In [1]:
import findspark
findspark.init()
from pyspark.sql import SparkSession
spark = SparkSession.builder.master("local[*]").getOrCreate()

# Ch 3. Basic Structured Operations

In [2]:
df = spark.read.format("json")\
    .load("./2015-summary.json")

In [3]:
df.printSchema()

root
 |-- DEST_COUNTRY_NAME: string (nullable = true)
 |-- ORIGIN_COUNTRY_NAME: string (nullable = true)
 |-- count: long (nullable = true)



## Schemas

In [5]:
spark.read.format("json")\
    .load("./2015-summary.json").schema

StructType(List(StructField(DEST_COUNTRY_NAME,StringType,true),StructField(ORIGIN_COUNTRY_NAME,StringType,true),StructField(count,LongType,true)))

In [34]:
from pyspark.sql.types import StructField, StructType, StringType, LongType
myManualSchema = StructType([
    StructField("DEST_COUNTRY_NAME", StringType(), True),
    StructField("ORIGIN_COUNTRY_NAME", StringType(), True),
    StructField("count", LongType(), False),
])

In [35]:
df = spark.read.format("json")\
    .schema(myManualSchema)\
    .load("./2015-summary.json")

In [36]:
from pyspark.sql.functions import col, column

In [37]:
col("someColumnName")
column("someColumnName")

Column<b'someColumnName'>

## Explicit Column References

If you need to refer to a specific DataFrame's column, you can use the col method on the specific DataFrame. This can be useful when you are performing a join and need to refer to a specific column in one DataFrmae that ay share a name with another column in the joined DataFrame. We will see this in the joins chapter. As an added benefit, Spark does not need to resolve this column itself because we did that for Spark.

## Expressions

Now we metioned that columns are expressions, so what is an expression? An expression is a set of transformations on one or more values in a record in a DataFrame. Think of it like a function that takes as input one ore more column names, resolves them and then potentially applies more expresions to create a single value for each record in the dataset. Importantly, this "single value" can actually be a complex type like a Map type or Array type.

## Columns as Expressions

Columns provide a subset of expression functionality. If you use col() and wish to perform transformations on that column, you must perform those on that coliumn reference. When using an expression, the expr function can actually parse transformations and column references from a string and can subsequently be passed into further transformations. Let's look at some examples.

In [12]:
(((col("someCol") + 5) * 200) - 6) < col("otherCol")

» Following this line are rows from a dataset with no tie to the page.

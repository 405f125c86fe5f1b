package main

import (
	"bytes"
	"encoding/json"
	"fmt"
	"os"
	"path/filepath"
	"reflect"
	"strconv"
	"strings"
	"testing"
)

// A file as a lab exports it — a title and a note above the header, a
// units row, comment lines among the rows, digit groups in quoted numbers —
// read with --skip, --comment, --units-row and --thousands gives the same
// tables, byte for byte, as the clean CSV of the same numbers.
func TestLayoutFlagsGiveTheCleanTables(t *testing.T) {
	raw, err := os.ReadFile("../../testdata/datasets/usarrests.csv")
	if err != nil {
		t.Fatal(err)
	}
	lines := strings.Split(strings.TrimSpace(string(raw)), "\n")
	// Assault × 10 puts numbers of four digits in the table, so that
	// the messy file can write them with a thousands separator.
	var clean, messy strings.Builder
	clean.WriteString(lines[0] + "\n")
	messy.WriteString("US arrests per 100,000 residents; \"R datasets\", 1973\nexported by hand\n# source: McNeil (1977)\n")
	messy.WriteString(lines[0] + "\n,per 100000,per 100000,%,per 100000\n")
	for i, l := range lines[1:] {
		f := strings.Split(l, ",")
		v, err := strconv.ParseFloat(f[2], 64)
		if err != nil {
			t.Fatal(err)
		}
		a := int(v * 10)
		grouped := strconv.Itoa(a)
		if a >= 1000 {
			grouped = fmt.Sprintf("\"%d,%03d\"", a/1000, a%1000)
		}
		fmt.Fprintf(&clean, "%s,%s,%d,%s,%s\n", f[0], f[1], a, f[3], f[4])
		if i%10 == 3 {
			messy.WriteString("# checked by the second reader\n")
		}
		fmt.Fprintf(&messy, "%s,%s,%s,%s,%s\n", f[0], f[1], grouped, f[3], f[4])
	}
	dir := t.TempDir()
	cleanPath, messyPath := filepath.Join(dir, "clean.csv"), filepath.Join(dir, "messy.csv")
	os.WriteFile(cleanPath, []byte(clean.String()), 0o600)
	os.WriteFile(messyPath, []byte(messy.String()), 0o600)
	flags := []string{"--bootstrap", "20", "--permutations", "0", "--components", "2", "--format", shortFormat(), "--fail-on", "never"}
	outClean, outMessy := filepath.Join(dir, "c"), filepath.Join(dir, "m")
	if status, _, stderr := runPCQC(t, append([]string{"run", cleanPath, "--out", outClean}, flags...)...); status != 0 {
		t.Fatalf("clean: %d %s", status, stderr)
	}
	messyArgs := append([]string{"run", messyPath, "--out", outMessy, "--skip", "2", "--comment", "#", "--units-row", "--thousands", ","}, flags...)
	if status, _, stderr := runPCQC(t, messyArgs...); status != 0 {
		t.Fatalf("messy: %d %s", status, stderr)
	}
	tables, _ := filepath.Glob(filepath.Join(outClean, "*.csv"))
	if len(tables) < 4 {
		t.Fatalf("only %d tables", len(tables))
	}
	for _, c := range tables {
		a, _ := os.ReadFile(c)
		b, err := os.ReadFile(filepath.Join(outMessy, filepath.Base(c)))
		if err != nil || !bytes.Equal(a, b) {
			t.Errorf("%s differs (%v)", filepath.Base(c), err)
		}
	}
	var summary struct {
		Input struct {
			Variables      []string `json:"variables"`
			Units          []string `json:"units"`
			SkippedLines   int      `json:"skipped_lines"`
			CommentLines   int      `json:"comment_lines"`
			GroupedNumbers int      `json:"grouped_numbers"`
		} `json:"input"`
	}
	js, _ := os.ReadFile(filepath.Join(outMessy, "summary.json"))
	if err := json.Unmarshal(js, &summary); err != nil {
		t.Fatal(err)
	}
	// 50 rows: comments before rows 4, 14, 24, 34, 44, plus the one after
	// the skipped lines; Assault ≥ 100 in 40 of the 50 states (R 4.2:
	// sum(USArrests$Assault >= 100)).
	in := summary.Input
	if !reflect.DeepEqual(in.Units, []string{"per 100000", "per 100000", "%", "per 100000"}) ||
		in.SkippedLines != 2 || in.CommentLines != 6 || in.GroupedNumbers != 40 {
		t.Errorf("summary.json input: %+v", in)
	}
	if testing.Short() {
		return
	}
	md, _ := os.ReadFile(filepath.Join(outMessy, "report.md"))
	for _, want := range []string{`Murder \[per 100000\]`, `UrbanPop \[%\]`, "| UrbanPop | % |",
		"In reading the file, the first 2 lines of the file were skipped, 6 comment lines were ignored, units were read from the row under the header and thousands separators were removed from 40 values."} {
		if !bytes.Contains(md, []byte(want)) {
			t.Errorf("report.md lacks %q", want)
		}
	}
}

// apply reads new batches of the same layout with the same flags, scores
// them as it scores the clean file, and its Reproduce command names the
// flags (--units-row without a value, as an on/off flag must be written).
func TestApplyReadsTheLayout(t *testing.T) {
	dir := t.TempDir()
	clean := "id,a,b,c\n"
	messy := "Batch 7, \"night\" shift\nid,a,b,c\n,mg/L,,[°C]\n"
	for i := 0; i < 12; i++ {
		a, b, c := 1000+137*i, 2*i%7+1, 3+i*i%5
		clean += fmt.Sprintf("s%d,%d,%d,%d\n", i, a, b, c)
		messy += fmt.Sprintf("s%d,\"%d,%03d\",%d,%d\n! row %d\n", i, a/1000, a%1000, b, c, i)
	}
	cleanPath, messyPath := filepath.Join(dir, "clean.csv"), filepath.Join(dir, "messy.csv")
	os.WriteFile(cleanPath, []byte(clean), 0o600)
	os.WriteFile(messyPath, []byte(messy), 0o600)
	audit := filepath.Join(dir, "audit")
	if status, _, stderr := runPCQC(t, append([]string{"run", cleanPath, "--out", audit}, quick...)...); status != 0 {
		t.Fatalf("run: %d %s", status, stderr)
	}
	outClean, outMessy := filepath.Join(dir, "ac"), filepath.Join(dir, "am")
	if status, _, stderr := runPCQC(t, "apply", audit, cleanPath, "--out", outClean, "--format", "md", "--fail-on", "never"); status != 0 {
		t.Fatalf("apply clean: %d %s", status, stderr)
	}
	if status, _, stderr := runPCQC(t, "apply", audit, messyPath, "--out", outMessy, "--format", "md", "--fail-on", "never",
		"--skip", "1", "--comment", "!", "--units-row", "--thousands", ","); status != 0 {
		t.Fatalf("apply messy: %d %s", status, stderr)
	}
	a, _ := os.ReadFile(filepath.Join(outClean, "scores.csv"))
	b, err := os.ReadFile(filepath.Join(outMessy, "scores.csv"))
	if err != nil || len(a) == 0 || !bytes.Equal(a, b) {
		t.Errorf("apply's scores differ (%v)", err)
	}
	md, _ := os.ReadFile(filepath.Join(outMessy, "report.md"))
	if !bytes.Contains(md, []byte("--skip 1 --comment '!' --units-row --thousands ,")) {
		t.Errorf("the Reproduce command lacks the layout flags")
	}
}

// The demo reads the table it writes: the layout flags are refused.
func TestDemoRefusesLayoutFlags(t *testing.T) {
	out := filepath.Join(t.TempDir(), "d")
	refused(t, out, []string{"--skip does not apply to the demo"}, "demo", "--out", out, "--skip", "1")
}
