package main

import (
	"bytes"
	"os"
	"path/filepath"
	"strings"
	"testing"
)

// TestBadInputs runs every case in testdata/bad: NAME.want holds an optional
// "args:" line with extra flags, then fragments that the one-line error must
// contain. Every case must exit with status 2 and leave no output folder.
func TestBadInputs(t *testing.T) {
	wants, err := filepath.Glob("../../testdata/bad/*.want")
	if err != nil || len(wants) == 0 {
		t.Fatalf("no cases found: %v", err)
	}
	for _, want := range wants {
		name := strings.TrimSuffix(filepath.Base(want), ".want")
		t.Run(name, func(t *testing.T) {
			spec, err := os.ReadFile(want)
			if err != nil {
				t.Fatal(err)
			}
			data, err := filepath.Glob(filepath.Join(filepath.Dir(want), name+".*"))
			if err != nil {
				t.Fatal(err)
			}
			var input string
			for _, d := range data {
				if !strings.HasSuffix(d, ".want") {
					input = d
				}
			}
			if input == "" {
				t.Fatalf("no data file for %s", name)
			}
			var extra []string
			var fragments []string
			for _, line := range strings.Split(strings.TrimRight(string(spec), "\n"), "\n") {
				if a, ok := strings.CutPrefix(line, "args: "); ok {
					extra = strings.Fields(a)
					continue
				}
				fragments = append(fragments, line)
			}
			out := filepath.Join(t.TempDir(), "out")
			// Run from the data file's folder so that messages name the file
			// as the user typed it.
			abs, _ := filepath.Abs(input)
			wd, _ := os.Getwd()
			os.Chdir(filepath.Dir(abs))
			defer os.Chdir(wd)
			var stdout, stderr bytes.Buffer
			args := append([]string{"run", filepath.Base(abs), "--out", out}, extra...)
			status := mainWithArgs(args, &stdout, &stderr)
			msg := stderr.String()
			if status != exitUsage {
				t.Errorf("exit status %d, want %d; stderr: %s", status, exitUsage, msg)
			}
			if strings.Count(msg, "\n") != 1 {
				t.Errorf("error is not exactly one line: %q", msg)
			}
			for _, f := range fragments {
				if !strings.Contains(msg, f) {
					t.Errorf("error %q does not contain %q", msg, f)
				}
			}
			if _, err := os.Stat(out); !os.IsNotExist(err) {
				t.Errorf("output folder exists after a failed run")
			}
			if left, _ := filepath.Glob(filepath.Join(filepath.Dir(out), ".out.pcqc-tmp-*")); len(left) > 0 {
				t.Errorf("temporary folders left behind: %v", left)
			}
		})
	}
}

Column<b'((((someCol + 5) * 200) - 6) < otherCol)'>

In [13]:
from pyspark.sql.functions import expr
expr("(((someCol +5) * 200) - 6) < otherCol")

Column<b'((((someCol + 5) * 200) - 6) < otherCol)'>

This is an extremely important point to reinforce. Notice how the previous expression is actually valid SQL code as well, just like you might put in a SELECT statement? That's becuase this SQL expression and the previous DataFrame ode compile to the same underlying logical tree prior to execution. This means you can write your expressions as DataFrame code or as SQL expression and get the exact same benefits. You likely saw all of this in the first chapters of the book and we covered this more extensively in the Overview of the Structured APIs chapter.

## Records and Rows

In Spark, a record or row makes up a "row" in a DataFrame. A logical record or row is an object of type Row. Row objects are the objects that column expressions operate on to produce some usable value. Row objects represent physical byte arrays. The byte array interface is never shown to users because we only use column expressions to manipulate them.

In [14]:
df.first()

Row(DEST_COUNTRY_NAME='United States', ORIGIN_COURTRY_NAME=None, count=15)

## Creating Rows

You can create rows by manually instantiating a Row object with the values that below in each column. It's important to note that only DataFrames have schema. rows themselves do not have schemas. This means if you create a Row manually, you must specify the values in the same order as the schema of the DataFrame they may be appended to. We will see this when we discuss creating DataFrames.

In [21]:
from pyspark.sql import Row
myRow = Row("Hello", None, 1, False)

In [22]:
myRow[0]

'Hello'

In [23]:
myRow[2]

1

## DataFrame Transformations

Now that we briefly defined the core parts of a DataFrmae, we will move onto manipulating DataFrames. When working with individual DataFrames there are some fundamental objectives. These break down into several core operations.

## Creating DataFrames

As we saw previously, we can create DataFrame from raw data sources. This is covered extensively in the Data Srouces chapter howeber we will use them now to create an example DataFrame. For illustration purposes later in this chapter, we wiil also register this as a temporary view so that we can query it with SQL.

In [25]:
df.createOrReplaceTempView("dfTable")

In [27]:
from pyspark.sql import Row
from pyspark.sql.types import StructField, StructType, StringType, LongType

myManualSchema = StructType([
    StructField("some", StringType(), True),
    StructField("col", StringType(), True),
    StructField("names", LongType(), False),
])

myRow = Row("Hello", None, 1)
myDf = spark.createDataFrame([myRow], myManualSchema)
myDf.show()

+-----+----+-----+
| some| col|names|
+-----+----+-----+
|Hello|null|    1|
+-----+----+-----+



In [28]:
df.select("DEST_COUNTRY_NAME").show(2)

+-----------------+
|DEST_COUNTRY_NAME|
+-----------------+
|    United States|
|    United States|
+-----------------+
only showing top 2 rows



In [32]:
df.describe()

DataFrame[summary: string, DEST_COUNTRY_NAME: string, ORIGIN_COURTRY_NAME: string, count: string]

In [38]:
df.select("DEST_COUNTRY_NAME", "ORIGIN_COUNTRY_NAME").show(2)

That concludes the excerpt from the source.